# WORK TASK:
The result should be every line in the material below containing the string "item".

========================

def get(truncation: Any) -> TruncationScheme:
    """The scheme for a name (``"occupation"``), a text with parameter (``"below:n=3"``) or a
    scheme instance.

    Raises
    ------
    InputError
        Unknown name or a malformed parameter.
    """
    if isinstance(truncation, TruncationScheme):
        return truncation
    if not isinstance(truncation, str):
        raise InputError(f"truncation must be one of {', '.join(names())}, got {truncation!r}")
    text = truncation.strip()
    name, _, param = text.partition(":")
    entry = REGISTRY.get(name.strip())
    if entry is None:
        raise InputError(f"truncation must be one of {', '.join(names())}, got {truncation!r}")
    if isinstance(entry, TruncationScheme):
        if param:
            raise InputError(f"truncation {name!r} takes no parameter, got {truncation!r}")
        return entry
    kw = {}
    for item in filter(None, (p.strip() for p in param.split(","))):
        k, eq, v = item.partition("=")
        try:
            if not eq:
                raise ValueError
            kw[k.strip().lower()] = float(v)
        except ValueError:
            raise InputError(f"truncation {truncation!r}: write {name}:key=value "
                             f"({entry.summary})") from None
    try:
        return entry(**kw)
    except TypeError:
        raise InputError(f"truncation {truncation!r}: unknown parameter; "
                         f"{entry.summary}") from None


def label(truncation: Any) -> str:
    """The plot/notes phrase of a scheme."""
    return get(truncation).label


def used(scheme: Any, lowering: bool) -> str:
    """What a solve used, as outputs name it: the scheme's key, and the lowering if on."""
    return get(scheme).key + (" with Debye-Hueckel lowering" if lowering else "")


def resolve(truncation: Any, lowering: bool = False, density: bool = True) -> TruncationScheme:
    """The scheme to use for the options ``truncation`` (None: the default), ``lowering``
    (Debye-Hueckel lowering of the ionization energies) and whether a density is known.

    The default is the physically best choice: occupation probabilities wherever the
    electron density is known (every solve), the plain sum where it is not (a partition
    function asked for at a temperature alone), and with lowering the cut at the lowered limit
    (consistent with the lowered ionization energies).  A scheme that counts levels above the
    lowered limit ("plain") is refused with lowering, and "lowered" needs it.
    """
    if truncation is None:
        if lowering:
            return REGISTRY["lowered"]
        return REGISTRY["occupation"] if density else REGISTRY["plain"]
    scheme = get(truncation)
    if scheme.lowering == "required" and not lowering:
        raise InputError(f"truncation='{scheme.key}' cuts the partition functions at the "
                         "lowered ionization limit: it needs lowering=True (Debye-Hueckel)")
    if scheme.lowering == "refused" and lowering:
        raise InputError(f"lowering=True with truncation='{scheme.key}' would lower the "
                         "ionization energies but not the partition-function cut-off: use "
                         "truncation='lowered' (the default with lowering) or 'occupation'")
    return scheme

========================

# RESULT OF THE TASK:
    for item in filter(None, (p.strip() for p in param.split(","))):
        k, eq, v = item.partition("=")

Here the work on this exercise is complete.